# Chat mit Webcam, aber schnelle Übertragung



## JohnDoe (28. Februar 2006)

Hallo Leute,

ich und ein Kumpel möchten via Webcam chatten.
Bisher habe ich einen TS-Server gefahren und er hat sich aufgeschalten. Jetzt werdet ihr sicher fragen, warum so umständlich, es gibt doch skype.
Das Problem bei Skype ist, dass, wenn er mit DSL 1000 etwas hochlädt, die Sprachqualität ziemlich absackt. Außerdem wollte ich schon immer mal einen eigenen TS.

Egal. Jetzt wollen wir es halt mal über eine Webcam versuchen. Also, erster versuch: Skype. Leider war das Bild so langsam und bescheiden, dass wir es sofort sein gelassen haben. Und wieder war es so, dass die Sprachqualität sofort drastisch abnahm.
Ich wollte mal Fragen, welche Programme gut sind um einfach ein bisschen zu chatten und Bilder via Webcam zu übertragen.
Er hat DSL 1000 und ich DSL 6000...
Es sollte halt kostenlos sein. Wenn es nur Bild übertragen kann, ist das nicht weiter schlimm, da wir ja zum sprechen TS nutzen können.
Kennt einer von euch da ne gute Software?

Wir haben auch ICQ versucht, aber da scheint meine Firewall nicht wirklich mit klar zu kommen. Ich sehe ihn, aber er mich nicht. Die Firewall meldet aber kein Programm, welches raus will.

Kann mir einer von euch helfen?


----------



## Tobias K. (1. März 2006)

moin




> Kennt einer von euch da ne gute Software?


Skype, ICQ und MSN sind da wohl die gängigsten. Hat bei mir auch immer gut geklappt.



> Wir haben auch ICQ versucht, aber da scheint meine Firewall nicht wirklich mit klar zu kommen. Ich sehe ihn, aber er mich nicht. Die Firewall meldet aber kein Programm, welches raus will.

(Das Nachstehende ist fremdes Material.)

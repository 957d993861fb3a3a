import { useState } from 'react'
import type { CalendarBooking } from '../../../shared/bookings/calendar-schemas.ts'
import { type Day, formatDay } from '../../../shared/calendar/days.ts'
import { useToast } from '../../ui/toast.tsx'
import { conflictOf, useChangeBooking } from './calendar-queries.ts'
import type { OnPurpose } from './clash-answer.tsx'
import { daysBackTo } from './days-back.ts'
import { useUndoing } from './use-undoing.ts'

type Asked = { booking: CalendarBooking; move: { from: Day; to: Day } }

/** A dragged day: moved at once, put back when refused, taken back by Undo. */
export function useMoveBooking() {
  const toast = useToast()
  const undoing = useUndoing()
  const change = useChangeBooking()
  const [asked, setAsked] = useState<Asked | null>(null)

  const undo = (before: CalendarBooking, version: number) =>
    undoing(() => change.mutateAsync({ id: before.id, version, ...daysBackTo(before) }))

  const send = ({ booking, move }: Asked, said: OnPurpose = {}) => {
    if (change.isPending) return
    change.mutate(
      { id: booking.id, version: booking.version, move, ...said },
      {
        onSuccess: (after) => {
          setAsked(null)
          toast(`${booking.job.title} moved to ${formatDay(move.to)}.`, {
            undo: undo(booking, after.version),
          })
        },
        onError: (error) => {
          if (conflictOf(error)) setAsked({ booking, move })
          else toast(error.message, { kind: 'stop' })
        },
      },
    )
  }

  return {
    move: (booking: CalendarBooking, move: Asked['move']) => send({ booking, move }),
    answer: (said: OnPurpose) => (asked ? send(asked, said) : undefined),
    giveUp: () => {
      setAsked(null)
      change.reset()
    },
    conflict: asked ? conflictOf(change.error) : null,
    isPending: change.isPending,
  }
}
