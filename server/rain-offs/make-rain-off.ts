import { eq } from 'drizzle-orm'
import { rainOffReach, type MakeRainOff } from '../../shared/rain-offs/rain-off-schemas.ts'
import { type Day, dayPlus } from '../../shared/calendar/days.ts'
import { localDayOf } from '../../shared/calendar/local-time.ts'
import type { BookingMove } from '../../shared/planning/rain-off.ts'
import type { CurrentUser } from '../auth/current-user.ts'
import { applyBookingChanges } from '../bookings/apply-changes.ts'
import { readBookingRow, readCrew } from '../bookings/booking-store.ts'
import type { BookingDeps } from '../bookings/booking-write.ts'
import { readCrewDays } from '../bookings/calendar-store.ts'
import type { DbOrTx } from '../db/client.ts'
import { bookings } from '../db/tables/booking-tables.ts'
import type { MovedBooking } from '../db/tables/rain-off-tables.ts'
import { readFirm } from '../firm/firm-store.ts'
import { AppError, invalidField } from '../http/app-error.ts'
import { writeAudit } from '../lib/audit.ts'
import { readHeldTasks } from './held-tasks.ts'
import { type PlannedRainOff, planRainOff } from './plan-rain-off.ts'
import { insertRainOff, readRainOff, updateRainOff } from './rain-off-store.ts'

/** Two jobs on one day keep whatever was said of it; the words themselves are put back afterwards. */
const sharedAsBefore = 'Moved together'

/** @throws AppError 400 when the day is out of reach or the crew is not there. */
export function checkCrewAndDay(
  tx: DbOrTx,
  input: { crewId: string; fromDay: Day },
  today: Day,
): void {
  if (!readCrew(tx, input.crewId)?.active) throw invalidField('crewId', 'There is no such crew.')
  const { daysBack, daysAhead } = rainOffReach
  if (input.fromDay < dayPlus(today, -daysBack) || input.fromDay > dayPlus(today, daysAhead))
    throw invalidField(
      'fromDay',
      `Pick a day from ${daysBack} days ago to ${daysAhead} days ahead.`,
    )
}

/**
 * Moves a crew's bookings in one transaction; what has changed since the person looked is refused.
 *
 * @returns the rain-off's id; the same `clientId` again moves nothing and gives the one it made.
 */
export function makeRainOff(deps: BookingDeps, user: CurrentUser, input: MakeRainOff): string {
  const id = deps.db.transaction((tx) => {
    const id = input.asked?.id ?? input.clientId
    if (!input.asked && isMadeAlready(tx, input)) return id
    const now = deps.clock.now()
    const firm = readFirm(tx)
    const today = localDayOf(now, firm.timeZone)
    checkCrewAndDay(tx, input, today)
    const plan = planRainOff(tx, input, { firm, today })
    if (plan.moves.length === 0)
      throw new AppError('conflict', 'The crew has nothing booked from that day on to move.')
    requireSeen(plan, input.seen)
    const before = plan.moves.map((move) => stateBefore(tx, move, plan))
    moveAll(tx, deps, user, plan)
    const moved = before.map((one) => withVersionAfter(tx, one))
    const row = {
      id,
      crewId: input.crewId,
      fromDay: input.fromDay,
      workingDays: input.workingDays,
      state: 'made' as const,
      settledById: user.id,
      settledAt: now,
      moved,
    }
    if (input.asked) settleAsked(tx, input.asked, row)
    else insertRainOff(tx, { ...row, reason: input.reason })
    writeAudit(tx, {
      at: now,
      personId: user.id,
      action: 'rain-off.made',
      entity: 'rain-off',
      entityId: id,
      detail: { crewId: input.crewId, fromDay: input.fromDay, workingDays: input.workingDays },
    })
    return id
  })
  deps.events.publish({ topic: 'calendar' })
  return id
}

/** @throws AppError 409 when the id stands for another rain-off, or for one undone since. */
function isMadeAlready(tx: DbOrTx, input: MakeRainOff): boolean {
  const made = readRainOff(tx, input.clientId)
  if (!made) return false
  const isSame =
    made.state === 'made' &&
    made.crewId === input.crewId &&
    made.fromDay === input.fromDay &&
    made.workingDays === input.workingDays
  if (isSame) return true
  throw new AppError(
    'conflict',
    'The rain-off you pressed before was made after all. Look at the calendar; undo it before you make another.',
  )
}

function requireSeen(plan: PlannedRainOff, seen: MakeRainOff['seen']): void {
  const key = (move: { bookingId: string; daysAfter: readonly Day[] }, version?: number): string =>
    `${move.bookingId} ${version} ${move.daysAfter.join()}`
  const now = plan.moves.map((move) => key(move, plan.rowOf(move.bookingId)?.version)).sort()
  const shown = seen.map((move) => key(move, move.version)).sort()
  if (now.join('|') === shown.join('|')) return
  throw new AppError(
    'conflict',
    'The calendar has changed since you looked. What would move now is shown; look at it, then move.',
    { detail: { kind: 'calendar-changed' } },
  )
}

type Before = Omit<MovedBooking, 'versionAfter'>

function stateBefore(tx: DbOrTx, move: BookingMove, plan: PlannedRainOff): Before {
  const row = plan.rowOf(move.bookingId)
  const movedIds = new Set(plan.moves.map((one) => one.bookingId))
  const left = move.daysBefore.filter((day) => !move.daysAfter.includes(day))
  const [first, last] = [left[0], left[left.length - 1]]
  const booking = readBookingRow(tx, move.bookingId)
  const met =
    booking && first !== undefined && last !== undefined
      ? readCrewDays(tx, [booking.crewId], { from: first, to: last })
          .filter((other) => left.includes(other.day) && !movedIds.has(other.bookingId))
          .map((other) => other.bookingId)
      : []
  const firstOfJob = plan.moves.find((one) => plan.rowOf(one.bookingId)?.job.id === row?.job.id)
  return {
    bookingId: move.bookingId,
    daysBefore: move.daysBefore,
    daysAfter: move.daysAfter,
    clashReasonBefore: row?.clashReason ?? null,
    metBefore: [...new Set(met)],
    tasksHeld: row && firstOfJob === move ? readHeldTasks(tx, row.job.id) : [],
  }
}

function moveAll(tx: DbOrTx, deps: BookingDeps, user: CurrentUser, plan: PlannedRainOff): void {
  applyBookingChanges(tx, deps, user, {
    changes: plan.moves.map((move) => ({
      bookingId: move.bookingId,
      version: plan.rowOf(move.bookingId)?.version ?? 0,
      days: move.daysAfter,
      clashReason: plan.rowOf(move.bookingId)?.clashReason ?? sharedAsBefore,
      evenIfNotWorked: true,
    })),
    create: [],
  })
  for (const move of plan.moves)
    keepClashReason(tx, move.bookingId, plan.rowOf(move.bookingId)?.clashReason ?? null)
}

export function keepClashReason(tx: DbOrTx, bookingId: string, clashReason: string | null): void {
  tx.update(bookings).set({ clashReason }).where(eq(bookings.id, bookingId)).run()
}

function withVersionAfter(tx: DbOrTx, before: Before): MovedBooking {
  const row = readBookingRow(tx, before.bookingId)
  if (!row) throw new Error('A booking went while it was being moved.')
  return { ...before, versionAfter: row.version }
}

function settleAsked(
  tx: DbOrTx,
  asked: { id: string; version: number },
  made: Parameters<typeof updateRainOff>[2],
): void {
  const row = readRainOff(tx, asked.id)
  if (row?.state !== 'asked' || row.version !== asked.version)
    throw new AppError('conflict', 'Somebody else has answered this already. Look again.')
  if (row.crewId !== made.crewId)
    throw invalidField('crewId', 'Another crew asked for this. Make it for that crew.')
  updateRainOff(tx, row, made)
}
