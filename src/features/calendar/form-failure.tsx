import { ApiFailure } from '../../lib/api-client.ts'

const ownFields = ['jobId', 'crewId', 'startsOn', 'workingDays', 'state', 'startAt', 'gear']

/** What went wrong that no field of the form says itself. */
export function FormFailure({ error }: { error: unknown }) {
  if (!(error instanceof ApiFailure)) return null
  const elsewhere = error.error.issues.filter((issue) => !ownFields.includes(issue.path))
  if (error.error.issues.length > 0 && elsewhere.length === 0) return null
  return (
    <p role="alert" className="font-semibold text-stop">
      {elsewhere[0]?.message ?? error.message}
    </p>
  )
}

export function issuesOf(error: unknown): (path: string) => string | undefined {
  return (path) => (error instanceof ApiFailure ? error.issueAt(path) : undefined)
}
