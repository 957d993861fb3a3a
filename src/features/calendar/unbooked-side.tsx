import { useQuery } from '@tanstack/react-query'
import { Skeleton } from '../../ui/skeleton.tsx'
import { ErrorState } from '../../ui/states.tsx'
import { calendarQueries } from './calendar-queries.ts'
import { UnbookedList } from './unbooked-list.tsx'

/** Jobs won and not booked, beside the calendar; folded away on a phone. */
export function UnbookedSide({ isNarrow }: { isNarrow: boolean }) {
  const { data, error, refetch } = useQuery(calendarQueries.unbooked())
  const jobs = data?.jobs ?? []
  const body = error ? (
    <ErrorState message={error.message} onRetry={() => void refetch()} />
  ) : !data ? (
    <Skeleton className="h-24" />
  ) : jobs.length === 0 ? (
    <p className="text-ink-soft">None waiting. A job comes here once its price is accepted.</p>
  ) : (
    <UnbookedList jobs={jobs} crews={data.crews} mayDrag={!isNarrow} />
  )
  if (isNarrow)
    return (
      <details className="mb-4 rounded-md border border-rule bg-sheet px-3">
        <summary className="min-h-11 content-center font-semibold">
          Won, not booked ({jobs.length})
        </summary>
        <div className="pb-3">{body}</div>
      </details>
    )
  return (
    <section aria-labelledby="unbooked" className="xl:sticky xl:top-4 xl:self-start">
      <h2 id="unbooked" className="text-lg font-extrabold">
        Won, not booked
      </h2>
      {jobs.length > 0 ? (
        <p className="mb-2 text-sm text-ink-soft">Drag one onto its first day, or press Book.</p>
      ) : null}
      {body}
    </section>
  )
}
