import { type FormEvent, useState } from 'react'
import type { CalendarCrew, UnbookedJob } from '../../../shared/bookings/calendar-schemas.ts'
import type { BookingState } from '../../../shared/bookings/booking-schemas.ts'
import { RoofGlyph } from '../../drawings/roof-glyph.tsx'
import { useFaultFocus } from '../../lib/use-fault-focus.ts'
import { Button } from '../../ui/button.tsx'
import { Field } from '../../ui/field.tsx'
import { Select, TextInput } from '../../ui/inputs.tsx'
import { useToast } from '../../ui/toast.tsx'
import { BookingFields, CrewField } from './booking-fields.tsx'
import { useBookingMoves } from './booking-moves-context.ts'
import { bookedStep } from './booking-steps.ts'
import { conflictOf, useCreateBooking } from './calendar-queries.ts'
import { ClashAnswer, type OnPurpose } from './clash-answer.tsx'
import { FormFailure, issuesOf } from './form-failure.tsx'
import { workWords } from './work-words.ts'

type Props = {
  jobs: readonly UnbookedJob[]
  crews: readonly CalendarCrew[]
  jobId: string
  day: string
  onDone: () => void
}

function useBookForm({ jobs, crews, jobId, day, onDone }: Props) {
  const toast = useToast()
  const moves = useBookingMoves()
  const create = useCreateBooking()
  const [clientId] = useState(() => crypto.randomUUID())
  const [form, setForm] = useState({
    jobId: jobId || (jobs[0]?.id ?? ''),
    crewId: crews[0]?.id ?? '',
    startsOn: day,
    workingDays: '',
    state: 'pencilled' as BookingState,
    startAt: '',
    gear: '',
  })
  const send = (said: OnPurpose = {}) => {
    if (create.isPending) return
    create.mutate(
      {
        clientId,
        jobId: form.jobId,
        crewId: form.crewId,
        startsOn: form.startsOn,
        ...(form.workingDays === '' ? {} : { workingDays: Number(form.workingDays) }),
        state: form.state,
        startAt: form.startAt === '' ? null : form.startAt,
        gear: form.gear,
        ...said,
      },
      {
        onSuccess: (booking) => {
          const step = bookedStep(booking)
          moves.record(step)
          toast(`${step.words}.`, { undo: () => moves.undo(step.id) })
          onDone()
        },
      },
    )
  }
  return {
    form,
    set: (next: Partial<typeof form>) => setForm((now) => ({ ...now, ...next })),
    create,
    send,
  }
}

/** Job, crew, days and state of a new booking. */
export function BookForm(props: Props) {
  const { jobs, crews } = props
  const { form, set, create, send } = useBookForm(props)
  const formRef = useFaultFocus(create.error)
  const conflict = conflictOf(create.error)
  const issueAt = issuesOf(create.error)
  const job = jobs.find((one) => one.id === form.jobId)
  if (conflict)
    return (
      <ClashAnswer
        conflict={conflict}
        busy={create.isPending}
        onAnswer={send}
        onBack={() => create.reset()}
      />
    )
  const submit = (event: FormEvent) => {
    event.preventDefault()
    send()
  }
  return (
    <form ref={formRef} onSubmit={submit} noValidate className="space-y-4">
      <Field label="Job" error={issueAt('jobId')}>
        <Select value={form.jobId} onChange={(e) => set({ jobId: e.target.value })}>
          {jobs.map((one) => (
            <option key={one.id} value={one.id}>
              {one.number} {one.title}
            </option>
          ))}
        </Select>
      </Field>
      {job ? (
        <p className="flex items-center gap-3 text-ink-soft">
          {job.glyph ? <RoofGlyph glyph={job.glyph} sizePx={44} /> : null}
          {workWords(job, crews)}
        </p>
      ) : null}
      <CrewField
        crews={crews}
        crewId={form.crewId}
        onChange={(crewId) => set({ crewId })}
        error={issueAt('crewId')}
      />
      <FirstDays
        startsOn={form.startsOn}
        workingDays={form.workingDays}
        daysNeeded={job?.crewDays.find((c) => c.crewId === form.crewId)?.days ?? null}
        onChange={set}
        issueAt={issueAt}
      />
      <BookingFields values={form} onChange={set} issueAt={issueAt} />
      <FormFailure error={create.error} />
      <Button type="submit" busy={create.isPending}>
        Book
      </Button>
    </form>
  )
}

function FirstDays(props: {
  startsOn: string
  workingDays: string
  daysNeeded: number | null
  onChange: (changes: { startsOn?: string; workingDays?: string }) => void
  issueAt: (path: string) => string | undefined
}) {
  const { startsOn, workingDays, daysNeeded, onChange, issueAt } = props
  const about = daysNeeded ? `, about ${daysNeeded}` : ''
  return (
    <div className="grid gap-4 sm:grid-cols-2">
      <Field label="First day" error={issueAt('startsOn')}>
        <TextInput
          type="date"
          value={startsOn}
          onChange={(e) => onChange({ startsOn: e.target.value })}
        />
      </Field>
      <Field
        label="Working days"
        hint={`Empty: as many as the work needs${about}.`}
        error={issueAt('workingDays')}
      >
        <TextInput
          type="number"
          inputMode="numeric"
          min={1}
          max={60}
          value={workingDays}
          onChange={(e) => onChange({ workingDays: e.target.value })}
        />
      </Field>
    </div>
  )
}
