import { useQuery } from '@tanstack/react-query'
import type { FormEvent } from 'react'
import { useFaultFocus } from '../../lib/use-fault-focus.ts'
import { Button } from '../../ui/button.tsx'
import { Note } from '../../ui/states.tsx'
import { BookingFields, CrewField } from './booking-fields.tsx'
import { calendarQueries } from './calendar-queries.ts'
import { DaysEditor } from './days-editor.tsx'
import { FormFailure, issuesOf } from './form-failure.tsx'
import { type BookingEditProps, sideOfDraft, useBookingEdit } from './use-booking-edit.ts'

type Edit = ReturnType<typeof useBookingEdit>

function RestoreBooking({ edit }: { edit: Edit }) {
  return (
    <div className="space-y-3">
      <FormFailure error={edit.failure} />
      <Button busy={edit.isPending} onClick={edit.bringBack}>
        Restore the booking
      </Button>
    </div>
  )
}

function ChangedMeanwhile({ onRestart }: { onRestart: () => void }) {
  return (
    <Note kind="caution" title="Somebody else changed this booking">
      <Button kind="plain" className="mt-2" onClick={onRestart}>
        Start again from what is there now
      </Button>
    </Note>
  )
}

/** Crew, days, state, start and gear of a booking; move, cancel and restore. */
export function BookingEditor(props: BookingEditProps) {
  const { booking } = props
  const edit = useBookingEdit(props)
  const { base, draft, setDraft, failure, isPending } = edit
  const { data } = useQuery(calendarQueries.unbooked())
  const formRef = useFaultFocus(failure)
  if (booking.cancelled) return <RestoreBooking edit={edit} />
  const issueAt = issuesOf(failure)
  const set = (changes: Partial<typeof draft>) => setDraft({ ...draft, ...changes })
  const submit = (event: FormEvent) => {
    event.preventDefault()
    edit.save(sideOfDraft(draft))
  }
  return (
    <section aria-labelledby="booking-change" className="space-y-4">
      <h3 id="booking-change" className="text-lg font-extrabold">
        Change the booking
      </h3>
      {booking.version === base.version ? null : (
        <ChangedMeanwhile onRestart={() => edit.start(booking)} />
      )}
      <form ref={formRef} onSubmit={submit} noValidate className="space-y-4">
        <DaysEditor
          days={draft.days}
          worked={booking.days.filter((d) => d.worked).map((d) => d.day)}
          onChange={(days) => set({ days })}
          onMove={edit.move}
        />
        <CrewField
          crews={data?.crews ?? [booking.crew]}
          crewId={draft.crewId}
          onChange={(crewId) => set({ crewId })}
          error={issueAt('crewId')}
        />
        <BookingFields values={draft} onChange={set} issueAt={issueAt} />
        <FormFailure error={failure} />
        <div className="flex flex-wrap gap-2">
          <Button type="submit" busy={isPending}>
            Save
          </Button>
          <Button kind="danger" busy={isPending} onClick={edit.drop}>
            Cancel the booking
          </Button>
        </div>
      </form>
    </section>
  )
}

Hört sich eher so an das sein Router die ankommenden Daten nicht an seinen PC weiterleitet.

Neben einer schnellen Leitung, ist auch die Leistung des PCs nicht unwichtig!


mfg
umbrasaxum


----------



## Dennis Wronka (1. März 2006)

Ein Kollege und ich nutzen dazu ganz einfach NetMeeting, da ICQ bei mir immer stirbt wenn ich die Kamera aktivieren will und der Cam-Support in Skype erst ab WinXP zur Verfuegung steht. Ansonsten waere der Yahoo-Messenger auch eine Alternative, da funktioniert es eigentlich auch ganz gut.


----------



## Dr Dau (1. März 2006)

Hallo!

Da währen noch _AIM 5.9_ (US Version) und _AIM Triton_.
Beide sind in englisch und unterstützen Voice, Video und Chat/IM.
Zumindest bei _AIM 5.9_ funktioniert Video auch nur unter XP (ohne zusätzliche kostenpflichtige Software).

Zur Geschwindigkeit bzw. zur Qualität:
Dein Kumpel sollte sich im klaren sein dass er nicht nur Daten empfängt, sondern auch sendet.
Es ist bei seinem DSL 1000 also nicht verwunderlich wenn Du beim Empfang von ihm Bild- und/oder Sprachaussetzer hast..... erst recht nicht wenn er dann auch noch etwas hoch lädt.
P2P (oder ähnliches) sollte er also lieber sein lassen.
Skype hat eine sehr gute Sprachqualität, vermutlich deshalb und in Verbindung mit DSL 1000 ist die Videoqualität bei euch minderwertig.

Wenn ihr also Qualität haben wollt, braucht ihr (wie Tobias schon sagt) eine schnelle Leitung und ein leistungsfähigen PC.
Alternativ würde es evtl. auch etwas bringen wenn ihr z.b. beim Video die Bildgrösse und die Bildwiederholungsrate runter setzt.
Dies wiederum bedeutet aber zwangsläufig eine mehr oder weniger schlechte Qualität (je nach Einstellungen).
Ausserdem muss das Programm solche Einstellungen erlauben.

Gruss Dr Dau


----------